Difference between CC and OD
CC and OD (Overdraft) are two similar loan facilities offered by banks. However, there are a few differences between them:
- CC is a short-term loan, while OD can be both short-term and long-term.
- The interest on CC is charged on the amount withdrawn, while the interest on OD is charged on the entire sanctioned limit.
- CC is a secured loan, while OD can be both secured and unsecured.
Interest rates on CC
The interest rates on CC may vary from bank to bank, depending on the borrower’s credit score and financial history. The interest rates may also depend on the type of collateral provided by the borrower. Typically, the interest rates on CC range from 9% to 16% per annum.
Repayment of CC
The borrower can repay the CC in full or in part, as per their cash flow requirements. The repayment can be made through cash or cheque, or through electronic transfer. The repayment may also be done in instalments, as per the repayment schedule agreed upon between the bank and the borrower.
How to apply for CC?
To apply for CC, the borrower has to follow the following steps:
- Approach the bank with a detailed project report and a cash flow projection.
- Submit the required documents, such as KYC documents, bank statements, and audited financial statements.

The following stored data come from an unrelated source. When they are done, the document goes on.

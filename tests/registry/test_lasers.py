"""Laser and emission services: registration, the review and status workflow, units, history."""
from __future__ import annotations

import pytest
from django.utils import timezone
from django.core.exceptions import PermissionDenied, ValidationError

from registry.models import Emission, Laser, LaserStatus, RecordRetainedError
from registry.services import (
    PrerequisiteError,
    StateError,
    TransitionError,
    emission_create,
    emission_update,
    laser_approve,
    laser_register,
    laser_retire,
    laser_return,
    laser_set_status,
    laser_submit,
    laser_update,
)
from tests import factories

pytestmark = pytest.mark.django_db


@pytest.fixture
def lso() -> factories.Person:
    return factories.PersonFactory.create(role="lso", research_group=None)


@pytest.fixture
def researcher() -> factories.Person:
    return factories.PersonFactory.create(role="researcher")


def test_a_registered_laser_waits_for_review(researcher: factories.Person) -> None:
    location = factories.LocationFactory.create()
    laser = laser_register(by=researcher, asset_tag="NEW-1", laser_type="diode", labelled_class="3B",
                           owner=researcher, location=location)
    laser.refresh_from_db()
    assert laser.status == LaserStatus.PENDING_REVIEW
    assert laser.history.count() == 1
    assert laser.history.first().history_user == researcher.user


def test_registration_refuses_a_hazardous_laser_without_a_room(researcher: factories.Person) -> None:
    with pytest.raises(ValidationError) as raised:
        laser_register(by=researcher, asset_tag="NEW-2", laser_type="diode", labelled_class="4", owner=researcher)
    assert raised.value.messages == [
        "A class 3B or 4 laser (or one embedding such a laser) needs an owner and a location until it is disposed "
        "of or transferred."]
    assert not Laser.objects.filter(asset_tag="NEW-2").exists()


def test_registration_refuses_fields_that_belong_to_the_workflow(researcher: factories.Person) -> None:
    with pytest.raises(ValidationError) as raised:
        laser_register(by=researcher, asset_tag="NEW-3", laser_type="diode", labelled_class="2", status="active")
    assert "status" in raised.value.message_dict
    assert not Laser.objects.filter(asset_tag="NEW-3").exists()


def test_the_lso_approves_a_laser_with_an_emission(lso: factories.Person) -> None:
    laser = factories.LaserFactory.create(status="pending_review")
    factories.HazardResultFactory.create(emission=factories.EmissionFactory.create(laser=laser))
    laser_approve(laser=laser, by=lso)
    laser.refresh_from_db()
    assert laser.status == LaserStatus.ACTIVE
    assert laser.history.first().history_user == lso.user


def test_a_class_3b_laser_whose_emission_cannot_be_assessed_is_not_approved_and_the_reason_is_given(
        lso: factories.Person) -> None:
    laser = factories.LaserFactory.create(status="pending_review", labelled_class="3B")
    emission_create(laser=laser, by=None, wavelength_m="405 nm", temporal_mode="cw", average_power_W="100 mW",
                    beam_diameter_m="1 mm")  # no divergence: the engine cannot assess it
    with pytest.raises(PrerequisiteError) as raised:
        laser_approve(laser=laser, by=lso)
    assert ": full-angle divergence (rad): needed to assess" in raised.value.message_dict["emissions"][0]
    laser.refresh_from_db()
    assert laser.status == LaserStatus.PENDING_REVIEW


def test_a_class_2_laser_is_approved_without_an_assessment(lso: factories.Person) -> None:
    laser = factories.LaserFactory.create(status="pending_review", labelled_class="2", embedded_class="")
    factories.EmissionFactory.create(laser=laser, average_power_W=0.9e-3)
    laser_approve(laser=laser, by=lso)
    laser.refresh_from_db()
    assert laser.status == LaserStatus.ACTIVE


def test_approval_is_refused_without_an_emission(lso: factories.Person) -> None:
    laser = factories.LaserFactory.create(status="pending_review")
    with pytest.raises(ValidationError) as raised:
        laser_approve(laser=laser, by=lso)
    assert "has no emission" in raised.value.message_dict["emissions"][0]
    laser.refresh_from_db()
    assert laser.status == LaserStatus.PENDING_REVIEW


def test_a_researcher_cannot_approve_a_laser(researcher: factories.Person) -> None:
    laser = factories.LaserFactory.create(status="pending_review")
    factories.EmissionFactory.create(laser=laser)
    with pytest.raises(PermissionDenied, match="Only a laser safety officer may approve a laser"):
        laser_approve(laser=laser, by=researcher)
    laser.refresh_from_db()
    assert laser.status == LaserStatus.PENDING_REVIEW


def test_a_returned_laser_goes_back_to_review_when_resubmitted(lso: factories.Person,
                                                                researcher: factories.Person) -> None:
    laser = factories.LaserFactory.create(status="pending_review", owner=researcher)
    laser_return(laser=laser, by=lso, comments="Add the divergence.")
    laser.refresh_from_db()
    assert (laser.status, laser.review_comments) == (LaserStatus.RETURNED, "Add the divergence.")
    laser_submit(laser=laser, by=researcher)
    laser.refresh_from_db()
    assert laser.status == LaserStatus.PENDING_REVIEW
    assert [row.status for row in laser.history.order_by("history_date")] == [
        "pending_review", "returned", "pending_review"]


def test_returning_a_laser_needs_a_comment(lso: factories.Person) -> None:
    laser = factories.LaserFactory.create(status="pending_review")
    with pytest.raises(ValidationError) as raised:
        laser_return(laser=laser, by=lso, comments="  ")
    assert raised.value.message_dict == {"review_comments": ["A comment for the owner is required."]}


@pytest.mark.parametrize(("current", "target"), [
    ("pending_review", "in_storage"),
    ("returned", "out_of_service"),
])
def test_an_illegal_status_change_is_refused_with_the_allowed_moves(current: str, target: str) -> None:
    laser = factories.LaserFactory.create(status=current, owner=None, location=None, labelled_class="2")
    with pytest.raises(TransitionError) as raised:
        laser_set_status(laser=laser, by=laser_owner_or_new(laser), status=target)
    message = raised.value.message_dict["status"][0]
    assert f"cannot go from '{current}' to '{target}'" in message
    laser.refresh_from_db()
    assert laser.status == current


@pytest.mark.parametrize(("current", "target"), [("disposed", "active"), ("transferred", "in_storage")])
def test_a_retired_laser_takes_no_status_change_and_the_refusal_names_its_status(current: str, target: str) -> None:
    laser = factories.LaserFactory.create(status=current, owner=None, location=None, labelled_class="2")
    with pytest.raises(StateError) as raised:
        laser_set_status(laser=laser, by=laser_owner_or_new(laser), status=target)
    assert f"is {current}: a disposed or transferred laser" in raised.value.message_dict["status"][0]
    laser.refresh_from_db()
    assert laser.status == current


def laser_owner_or_new(laser: Laser) -> factories.Person:
    return laser.owner or factories.PersonFactory.create(role="researcher")


def test_a_laser_moves_between_service_statuses(researcher: factories.Person) -> None:
    laser = factories.LaserFactory.create(status="active", owner=researcher)
    laser_set_status(laser=laser, by=researcher, status="in_storage", note="Lab refurbishment")
    laser_set_status(laser=laser, by=researcher, status="active")
    laser.refresh_from_db()
    assert laser.status == LaserStatus.ACTIVE
    assert laser.history.count() == 3


def test_retirement_goes_through_laser_retire(lso: factories.Person) -> None:
    laser = factories.LaserFactory.create(status="active")
    with pytest.raises(ValidationError, match="Use laser_retire"):
        laser_set_status(laser=laser, by=lso, status="disposed")
    laser_retire(laser=laser, by=lso, status="transferred", reason="Moved to a partner institute.")
    laser.refresh_from_db()
    assert laser.status == LaserStatus.TRANSFERRED
    assert laser.retired_on is not None
    assert laser.status_note == "Moved to a partner institute."
    with pytest.raises(StateError, match="is transferred"):
        laser_retire(laser=laser, by=lso, status="disposed", reason="again")


def test_a_laser_is_never_deleted() -> None:
    laser = factories.LaserFactory.create()
    with pytest.raises(RecordRetainedError, match="never deleted"):
        laser.delete()
    with pytest.raises(RecordRetainedError):
        Laser.objects.filter(pk=laser.pk).delete()
    assert Laser.objects.filter(pk=laser.pk).exists()


def test_emission_quantities_accept_units_and_are_stored_in_si(researcher: factories.Person) -> None:
    laser = factories.LaserFactory.create(status="pending_review")
    emission = emission_create(
        laser=laser, by=researcher, label="fundamental", wavelength_m="1064 nm", temporal_mode="q_switched",
        average_power_W="8.5 W", pulse_energy_J="850 mJ", pulse_duration_s="8 ns", prf_Hz="10 Hz",
        beam_diameter_m="9 mm", divergence_rad="0.5 mrad",
    )
    emission.refresh_from_db()
    assert emission.wavelength_m == pytest.approx(1.064e-6)
    assert emission.pulse_energy_J == pytest.approx(0.85)
    assert emission.pulse_duration_s == pytest.approx(8e-9)
    assert emission.beam_diameter_m == pytest.approx(9e-3)
    assert emission.divergence_rad == pytest.approx(5e-4)
    assert emission.source_size_rad == 0.0


@pytest.mark.parametrize(("field", "value", "expected"), [
    ("wavelength_m", "532 mW", "is not a length"),
    ("average_power_W", "5 parsecs", "is not a power"),
    ("pulse_duration_s", "ten ns", "cannot read"),
    ("prf_Hz", "10 zorks", "unknown unit"),
])
def test_a_bad_quantity_names_its_field(researcher: factories.Person, field: str, value: str, expected: str) -> None:
    laser = factories.LaserFactory.create()
    fields = {"wavelength_m": "532 nm", "temporal_mode": "cw", "average_power_W": "5 mW", field: value}
    with pytest.raises(ValidationError) as raised:
        emission_create(laser=laser, by=researcher, **fields)
    assert list(raised.value.message_dict) == [field]
    assert expected in raised.value.message_dict[field][0]
    assert not Emission.objects.filter(laser=laser).exists()


def test_a_pulse_longer_than_its_period_is_refused_before_the_database(researcher: factories.Person) -> None:
    emission = factories.EmissionFactory.create()
    with pytest.raises(ValidationError) as raised:
        emission_update(emission=emission, by=researcher, temporal_mode="repetitive", pulse_duration_s="2 ms",
                        prf_Hz="1 kHz", pulse_energy_J="1 mJ")
    # The engine's rule (hazards.assessment.inputs), the one every way in applies.
    assert raised.value.message_dict == {
        "pulse_duration_s": ["2 ms is not shorter than the pulse period 1 ms at 1 kHz (a train needs gaps between pulses)"]}
    emission.refresh_from_db()
    assert emission.temporal_mode == "cw"


@pytest.mark.parametrize("status", ["disposed", "transferred"])
def test_a_retired_laser_and_its_emissions_are_not_changed(lso: factories.Person, status: str) -> None:
    emission = factories.EmissionFactory.create(laser__status=status, laser__retired_on="2024-01-31")
    laser = emission.laser
    history = (laser.history.count(), emission.history.count())
    with pytest.raises(StateError, match="a disposed or transferred laser and its emissions, SOPs and authorizations are read-only"):
        laser_update(laser=laser, by=lso, description="found again")
    with pytest.raises(StateError):
        emission_update(emission=emission, by=lso, average_power_W="20 mW")
    with pytest.raises(StateError):
        emission_create(laser=laser, by=lso, wavelength_m="1064 nm", temporal_mode="cw", average_power_W="1 W")
    laser.refresh_from_db()
    emission.refresh_from_db()
    assert laser.description == ""
    assert emission.average_power_W == 0.01
    assert laser.emissions.count() == 1
    assert (laser.history.count(), emission.history.count()) == history


def test_retiring_a_laser_closes_every_authorization_on_it(lso: factories.Person) -> None:
    laser = factories.LaserFactory.create()
    decided = {"decided_by": lso, "decided_at": timezone.now()}
    approved = factories.AuthorizationFactory.create(laser=laser, status="approved", **decided)
    requested = factories.AuthorizationFactory.create(laser=laser, status="requested")
    withdrawn = factories.AuthorizationFactory.create(laser=laser, status="withdrawn", **decided)
    laser_retire(laser=laser, by=lso, status="disposed", reason="Cracked rod, not worth repairing.")
    for record in (approved, requested, withdrawn):
        record.refresh_from_db()
    assert (approved.status, requested.status, withdrawn.status) == ("revoked", "refused", "withdrawn")
    assert approved.decision_reason == f"{laser.asset_tag} was disposed: Cracked rod, not worth repairing."
    assert approved.history.first().history_user == lso.user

- Provide collateral as security against the loan amount.
- Wait for the bank’s approval and sanction of the CC.
CC vs. Term Loan
CC and Term Loan are two different loan facilities offered by banks. Here are the differences between them:
- CC is a short-term loan, while Term Loan is a long-term loan.
- CC is a revolving credit facility, while Term Loan is a fixed credit facility.

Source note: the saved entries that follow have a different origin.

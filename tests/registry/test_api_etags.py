"""No lost updates: ETags on reads, If-Match required on updates, 412 when stale."""
from __future__ import annotations

import threading

import pytest
from django.db import connection
from django.test import TestCase, TransactionTestCase
from rest_framework.test import APIClient

from registry import services
from registry.models import Laser, Person


def _register(*, asset_tag: str = "ET-0001") -> tuple[Person, Person, Laser]:
    first = services.person_create(username="ada", role="lso")
    second = services.person_create(username="bo", role="lso")
    room = services.location_create(code="et-1", site="E", building="E", room="1", by=first)
    laser = services.laser_register(by=first, asset_tag=asset_tag, laser_type="gas", labelled_class="3B",
                                    owner=first, location=room, description="as registered")
    return first, second, laser


def _client(person: Person) -> APIClient:
    client = APIClient()
    client.force_authenticate(user=person.user)
    return client


class ETagTests(TestCase):
    @classmethod
    def setUpTestData(cls) -> None:
        cls.first, cls.second, cls.laser = _register()
        cls.url = f"/api/v1/lasers/{cls.laser.pk}/"

    def _history_rows(self) -> int:
        return self.laser.history.count()

    def test_a_read_carries_an_etag_that_changes_when_the_record_does(self) -> None:
        before = _client(self.first).get(self.url)["ETag"]
        self.assertRegex(before, r'^"[0-9a-f]{32}"$')
        self.assertEqual(_client(self.second).get(self.url)["ETag"], before)
        services.laser_update(laser=self.laser, by=self.first, description="moved")
        self.assertNotEqual(_client(self.first).get(self.url)["ETag"], before)

    def test_an_update_without_if_match_is_refused_with_428_and_changes_nothing(self) -> None:
        rows = self._history_rows()
        response = _client(self.first).patch(self.url, {"description": "blind write"}, format="json")
        self.assertEqual(response.status_code, 428)
        self.assertIn("If-Match", response.json()["detail"])
        self.laser.refresh_from_db()
        self.assertEqual(self.laser.description, "as registered")
        self.assertEqual(self._history_rows(), rows)

    def test_the_second_of_two_editors_working_from_the_same_copy_gets_412(self) -> None:
        etag = _client(self.first).get(self.url)["ETag"]
        self.assertEqual(_client(self.second).get(self.url)["ETag"], etag)
        first = _client(self.first).patch(self.url, {"description": "first edit"}, format="json",
                                          HTTP_IF_MATCH=etag)
        self.assertEqual(first.status_code, 200)
        self.assertNotEqual(first["ETag"], etag)
        rows = self._history_rows()
        second = _client(self.second).patch(self.url, {"description": "second edit"}, format="json",
                                            HTTP_IF_MATCH=etag)
        self.assertEqual(second.status_code, 412)
        self.laser.refresh_from_db()
        self.assertEqual(self.laser.description, "first edit")
        self.assertEqual(self._history_rows(), rows)

    def test_the_etag_of_an_update_answer_is_good_for_the_next_update(self) -> None:
        etag = _client(self.first).get(self.url)["ETag"]
        answer = _client(self.first).patch(self.url, {"description": "one"}, format="json", HTTP_IF_MATCH=etag)
        self.assertEqual(answer.json()["description"], "one")
        self.assertEqual(answer["ETag"], _client(self.first).get(self.url)["ETag"])
        again = _client(self.first).patch(self.url, {"description": "two"}, format="json",
                                          HTTP_IF_MATCH=answer["ETag"])
        self.assertEqual(again.status_code, 200)

    def test_a_weak_etag_never_matches(self) -> None:
        # RFC 9110 13.1.1: If-Match uses the strong comparison.
        etag = _client(self.first).get(self.url)["ETag"]
        response = _client(self.first).patch(self.url, {"description": "weak"}, format="json",
                                             HTTP_IF_MATCH=f"W/{etag}")
        self.assertEqual(response.status_code, 412)

    def test_a_stale_if_match_on_a_workflow_step_is_refused_too(self) -> None:
        etag = _client(self.first).get(self.url)["ETag"]
        services.emission_create(laser=self.laser, by=self.first, wavelength_m="633 nm", temporal_mode="cw",
                                 average_power_W="20 mW")
        response = _client(self.second).post(f"{self.url}approve/", {}, format="json", HTTP_IF_MATCH=etag)
        self.assertEqual(response.status_code, 412)
        self.laser.refresh_from_db()
        self.assertEqual(self.laser.status, "pending_review")


@pytest.mark.skipif(connection.vendor != "postgresql", reason="row locks need PostgreSQL; SQLite serialises writers")
class ConcurrentEditTests(TransactionTestCase):
    """Two LSOs send their edits at the same moment from the same copy: one wins, one gets 412."""

    def test_exactly_one_of_two_simultaneous_edits_succeeds(self) -> None:
        first, second, laser = _register(asset_tag="ET-0002")
        url = f"/api/v1/lasers/{laser.pk}/"
        etag = _client(first).get(url)["ETag"]
        start = threading.Barrier(2)
        statuses: dict[str, int] = {}

        def edit(person: Person, text: str) -> None:
            try:
                start.wait()
                response = _client(person).patch(url, {"description": text}, format="json", HTTP_IF_MATCH=etag)
                statuses[text] = response.status_code
            finally:
                connection.close()

        threads = [threading.Thread(target=edit, args=(first, "edit by ada")),
                   threading.Thread(target=edit, args=(second, "edit by bo"))]
        for thread in threads:
            thread.start()
        for thread in threads:
            thread.join()
        self.assertEqual(sorted(statuses.values()), [200, 412])
        winner = next(text for text, status in statuses.items() if status == 200)
        laser.refresh_from_db()
        self.assertEqual(laser.description, winner)
        self.assertEqual(laser.history.filter(description__startswith="edit by").count(), 1)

- The interest rates on CC are lower than those on Term Loan, as CC is a secured loan.
CC vs. Letter of Credit
CC and Letter of Credit are two different credit facilities offered by banks. Here are the differences between them:
- CC is a loan facility, while Letter of Credit is a guarantee facility.
- CC is a revolving credit facility, while Letter of Credit is a one-time credit facility.
- The borrower has to provide collateral as security for CC, while no collateral is required for Letter of Credit.
FAQs on Cash Credit
CC stands for Cash Credit, which is a type of loan facility extended by banks to their customers.
The interest rate on CC may vary from bank to bank, but it typically ranges from 9% to 16% per annum.
The documents required to apply for CC include KYC documents, bank statements, audited financial statements, and proof of address.
The repayment schedule for CC may vary from bank to bank, but it can be done in full or in part, as per the borrower’s cash flow requirements.
CC and OD are two similar loan facilities, but CC is a short term credit.
Conclusion
CC is an essential loan facility that helps businesses manage their working capital requirements efficiently. It provides businesses with a flexible and convenient way to manage their cash flow and meet their financial obligations.
However, it is important to understand the features, advantages, and disadvantages of CC before applying for it.